Using the data below, return the stretch from the line that contains "theory applies, the" through the line that contains "the run length", both included, exactly as it stands and nothing beyond it.

<<<<

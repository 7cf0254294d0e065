//! The mission-length verdict: whether each variant's error shows a
//! significant trend, where it would stand at the end of the mission (or
//! that the run cannot decide), which case of theory applies, the
//! steady-gain option's transient loss, and the cheapest form and
//! precision that passes.

pub mod fit;
pub mod gain;
pub mod types;

use crate::engine::plan::{ChannelKind, ModelPlan, Plan};
use crate::engine::result::{RunResult, SteadyResult};
use crate::engine::steady::Lifted;
pub use fit::Trend;
pub use gain::{ConstantGain, GainVariantResult};
pub use types::*;

/// The reference counts as steady when its last posterior is this close
/// (relative, Frobenius) to the Riccati solution.
pub const STEADY_TOLERANCE: f64 = 1e-8;
/// Share of the plot buckets skipped at the start before the trend test
/// (the start-up transient is not growth).
pub const SKIP_SHARE: f64 = 0.1;
/// Largest number of steps the core's steady-gain filter is run for.
const MAX_GAIN_STEPS: u64 = 2_000_000;
/// Points of the geometric grid of horizons searched for the run length
/// that would decide an undecided projection.
const HORIZON_GRID: usize = 400;

/// A tested series projected to the mission (steps throughout).
#[derive(Debug, Clone, Copy)]
pub struct Projection {
    /// The trend test's findings.
    pub trend: Option<Trend>,
    /// The verdict.
    pub outlook: Outlook,
    /// Value at the mission's end (robust line, or the largest seen).
    pub at_end: f64,
    /// Upper end of it.
    pub at_end_high: f64,
    /// Crossing step of the robust line (a significant rise only).
    pub crossing: Option<f64>,
    /// Earliest crossing step the slope interval allows.
    pub crossing_low: Option<f64>,
    /// Latest (`None`: never).
    pub crossing_high: Option<f64>,
    /// For an undecided verdict: the horizon in steps that would decide.
    pub run_at_least: Option<f64>,
}

/// The upper slope of the pass test: the interval's upper half-width above
/// the estimate, counted from max(estimate, 0), so a falling series (a
/// transient decaying inside the tested part) earns no credit against
/// growth to come; `shrink` narrows the half-width.
fn upper_slope(tr: &Trend, shrink: f64) -> f64 {
    tr.slope.max(0.0) + (tr.slope_high - tr.slope).max(0.0) * shrink
}

/// What the slope interval decides at horizon `t` (steps) >= the tested
/// end t0, with the interval narrowed as t0/t around the estimate (the
/// width of a slope interval over a fixed number of blocks of a stationary
/// series goes as one over its span) and the anchors carried on along the
/// estimate. It passes when the upper projection (the largest block
/// maximum carried on at the [`upper_slope`]) stays within the limit
/// to the mission's end; it fails when the rise is significant (lower end
/// above 0) and the lower projection (the robust line carried on at the
/// lower end) reaches the limit; otherwise `None`.
fn decide_at(tr: &Trend, t: f64, limit: f64, mission: f64) -> Option<Outlook> {
    let t0 = tr.end_step;
    let shrink = if t > 0.0 { (t0 / t).min(1.0) } else { 1.0 };
    let b = tr.slope;
    let high = upper_slope(tr, shrink);
    let low = b - (b - tr.slope_low) * shrink;
    let top = tr.largest + b.max(0.0) * (t - t0);
    let line = tr.line_at_end + b * (t - t0);
    let left = (mission - t).max(0.0);
    if top + high.max(0.0) * left <= limit {
        Some(Outlook::Passes)
    } else if low > 0.0 && (t > t0 || tr.rising) && line + low * left >= limit {
        Some(Outlook::Fails)
    } else {
        None
    }
}

/// Tests `series` (bucket maxima at `steps`) for a trend and projects it to
/// `mission_steps` along the Theil-Sen line. `bounded`: theory bounds the
/// series (the steady-state argument), so only a significant rise that
/// crosses can fail it and an undecided projection passes.
pub fn project(
    steps: &[f64],
    series: &[f64],
    limit: f64,
    mission_steps: f64,
    run_steps: f64,
    bounded: bool,
) -> Projection {
    let trend = fit::trend(steps, series, SKIP_SHARE);
    let largest = series
        .iter()
        .copied()
        .filter(|e| e.is_finite())
        .fold(f64::NAN, f64::max);
    let level = |outlook, run_at_least| Projection {
        trend,
        outlook,
        at_end: largest,
        at_end_high: largest,
        crossing: None,
        crossing_low: None,
        crossing_high: None,
        run_at_least,
    };
    if mission_steps <= run_steps {
        // The horizon covers the mission: the run itself decides.
        return level(Outlook::Passes, None);
    }
    let Some(tr) = trend else {
        // Too few points to test: enough buckets for MIN_BLOCKS blocks
        // after the start-up share.
        let need = (fit::MIN_BLOCKS as f64 / (1.0 - SKIP_SHARE)).ceil() + 1.0;
        return if bounded {
            level(Outlook::Passes, None)
        } else {
            level(Outlook::Undecided, Some(need.max(run_steps + 1.0)))
        };
    };
    let t0 = tr.end_step;
    let left = mission_steps - t0;
    let crosses_at =
        |from: f64, slope: f64| (slope > 0.0).then(|| t0 + ((limit - from) / slope).max(0.0));
    let (crossing, crossing_low, crossing_high) = if tr.rising {
        (
            crosses_at(tr.line_at_end, tr.slope),
            crosses_at(tr.largest, tr.slope_high),
            crosses_at(tr.line_at_end, tr.slope_low),
        )
    } else {
        (None, None, None)
    };
    // The mission contains the horizon: neither end value is below the
    // largest value seen, start-up included.
    let at_end = if tr.rising {
        (tr.line_at_end + tr.slope * left).max(tr.largest)
    } else {
        tr.largest
    }
    .max(largest);
    let at_end_high = if bounded && !tr.rising {
        tr.largest
    } else {
        tr.largest + upper_slope(&tr, 1.0) * left
    }
    .max(largest);
    let mut p = Projection {
        trend,
        outlook: Outlook::Undecided,
        at_end,
        at_end_high,
        crossing,
        crossing_low,
        crossing_high,
        run_at_least: None,
    };
    match decide_at(&tr, t0, limit, mission_steps) {
        Some(o) => p.outlook = o,
        None if bounded => p.outlook = Outlook::Passes,
        None => {
            // The shortest horizon on a geometric grid up to the mission at
            // which the narrowed interval decides (the mission itself when
            // none does before).
            let ratio = (mission_steps / t0).ln();
            let h = (1..=HORIZON_GRID)
                .map(|i| t0 * (ratio * i as f64 / HORIZON_GRID as f64).exp())
                .find(|&t| decide_at(&tr, t, limit, mission_steps).is_some())
                .unwrap_or(mission_steps);
            p.run_at_least = Some(h.min(mission_steps).ceil());
        }
    }
    p
}

/// An observability rank test of (F, H): the rank of [H; HF; ...;
/// HF^(n-1)] by its singular values (relative tolerance n eps times the
/// largest; common practice). (rank, n).
fn observability_rank(f: &nalgebra::DMatrix<f64>, h: &nalgebra::DMatrix<f64>) -> (usize, usize) {
    let n = f.nrows();
    let m = h.nrows();
    let mut o = nalgebra::DMatrix::zeros(m * n, n);
    let mut block = h.clone();
    for i in 0..n {
        o.view_mut((i * m, 0), (m, n)).copy_from(&block);
        block = &block * f;
    }
    let sv = o.singular_values();
    let top = sv.iter().copied().fold(0.0_f64, f64::max);
    let tol = (m * n).max(n) as f64 * f64::EPSILON * top;
    (sv.iter().filter(|s| **s > tol).count(), n)
}

/// The longest dropout window of any channel, s, and its channel's name.
fn longest_dropout(plan: &Plan) -> Option<(f64, &str, usize)> {
    plan.channels
        .iter()
        .flat_map(|c| {
            c.dropouts
                .iter()
                .map(move |&(a, b)| (b - a, c.name.as_str(), c.dropouts.len()))
        })
        .max_by(|a, b| a.0.total_cmp(&b.0))
}

/// Which case of theory applies to the covariance error, and why.
fn covariance_case(inputs: &MissionInputs<'_>, run: &RunResult) -> (Case, String) {
    let plan = inputs.plan;
    let tail = "the trend test decides";
    if let Some(d) = run.steady.as_ref().and_then(|s| s.reference_distance)
        && d <= STEADY_TOLERANCE
    {
        return (
            Case::Bounded,
            format!(
                "bounded: time-invariant and the reference sits on the Riccati steady state \
                 (relative distance {d:.1e}), so each step repeats the same arithmetic on the same \
                 covariance and the stable, observable closed loop forgets the rounding it injects"
            ),
        );
    }
    if plan.channels.is_empty() {
        return (
            Case::OpenLoop,
            format!("no measurements: the covariance and its rounding follow F open loop; {tail}"),
        );
    }
    let gaps = longest_dropout(plan).map(|(len, name, count)| {
        format!(
            "channel `{name}` drops out ({count} gap{}, longest {}), where the covariance grows \
             open loop",
            if count == 1 { "" } else { "s" },
            duration_words(len)
        )
    });
    match &plan.model {
        ModelPlan::User { .. } => {
            let mut why = String::from(
                "no bound from theory: a user's own nonlinear model is taken as time-varying",
            );
            if let Some(g) = gaps {
                why.push_str(", and ");
                why.push_str(&g);
            }
            why.push_str("; ");
            why.push_str(tail);
            (Case::TimeVarying, why)
        }
        ModelPlan::Pose { .. } => {
            let fixes = plan
                .channels
                .iter()
                .any(|c| matches!(c.kind, ChannelKind::Position));
            let mut why = String::from(
                "no bound from theory: the pose filter is time-varying (its Jacobians follow the \
                 heading), ",
            );
            why.push_str(if fixes {
                "its position is unmeasured between fixes"
            } else {
                "its position is never measured"
            });
            if let Some(g) = gaps {
                why.push_str(" and ");
                why.push_str(&g);
            }
            why.push_str("; ");
            why.push_str(tail);
            (
                if fixes {
                    Case::TimeVarying
                } else {
                    Case::Unobservable
                },
                why,
            )
        }
        ModelPlan::Linear { f, .. } => {
            let n = plan.n();
            let m: usize = plan.channels.iter().map(|c| c.m).sum();
            let mut h = nalgebra::DMatrix::zeros(m, n);
            let mut row = 0;
            for c in &plan.channels {
                h.view_mut((row, 0), (c.m, n)).copy_from(&c.h(n));
                row += c.m;
            }
            let (rank, n) = observability_rank(f, &h);
            if rank < n {
                return (
                    Case::Unobservable,
                    format!(
                        "growth possible: the measurements reach {rank} of {n} modes (observability \
                         rank); the others, and their rounding, follow F open loop; {tail}"
                    ),
                );
            }
            if let Some(g) = gaps {
                return (Case::Dropouts, format!("growth possible: {g}; {tail}"));
            }
            match run.steady.as_ref().and_then(|s| s.reference_distance) {
                Some(d) => (
                    Case::NotSteady,
                    format!(
                        "not yet steady: the reference is {d:.1e} from the Riccati solution (bound \
                         {STEADY_TOLERANCE:.0e}) at the end of the run; {tail}"
                    ),
                ),
                None => (
                    Case::TimeVarying,
                    format!(
                        "no steady-state argument ({}); {tail}",
                        inputs
                            .lifted_note
                            .or(run.steady_note.as_deref())
                            .unwrap_or("no steady state computed")
                            .trim_start_matches("no steady state: ")
                    ),
                ),
            }
        }
    }
}

/// Why the state difference is tested, not bounded.
const STATE_REASON: &str = "the state difference follows the trajectory (f32 resolves a state ever \
                            more coarsely as it moves away from zero): no bound from theory; the \
                            trend test decides";

/// "after 3.2 days (1.1 days to never)"; a crossing past
/// [`FAR_MISSIONS`] times the mission is "no crossing in sight (beyond 100 x
/// the mission)".
fn crossing_words(p: &Projection, dt: f64, mission_s: f64) -> Option<String> {
    let c = p.crossing?;
    if c * dt > FAR_MISSIONS * mission_s {
        return Some(format!(
            "no crossing in sight (beyond {FAR_MISSIONS:.0} x the mission)"
        ));
    }
    Some(format!(
        "after {} ({} to {})",
        crossing_time_words(c * dt, mission_s),
        crossing_time_words(p.crossing_low.unwrap_or(c) * dt, mission_s),
        p.crossing_high.map_or_else(
            || "never".to_string(),
            |h| crossing_time_words(h * dt, mission_s)
        )
    ))
}

/// How many missions ahead a projected crossing is still worth a time: a
/// straight line carried further says nothing a reader can use.
pub const FAR_MISSIONS: f64 = 100.0;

>>>>

# RESPONSE
//! that the run cannot decide), which case of theory applies, the
//! steady-gain option's transient loss, and the cheapest form and
//! precision that passes.

pub mod fit;
pub mod gain;
pub mod types;

use crate::engine::plan::{ChannelKind, ModelPlan, Plan};
use crate::engine::result::{RunResult, SteadyResult};
use crate::engine::steady::Lifted;
pub use fit::Trend;
pub use gain::{ConstantGain, GainVariantResult};
pub use types::*;

/// The reference counts as steady when its last posterior is this close
/// (relative, Frobenius) to the Riccati solution.
pub const STEADY_TOLERANCE: f64 = 1e-8;
/// Share of the plot buckets skipped at the start before the trend test
/// (the start-up transient is not growth).
pub const SKIP_SHARE: f64 = 0.1;
/// Largest number of steps the core's steady-gain filter is run for.
const MAX_GAIN_STEPS: u64 = 2_000_000;
/// Points of the geometric grid of horizons searched for the run length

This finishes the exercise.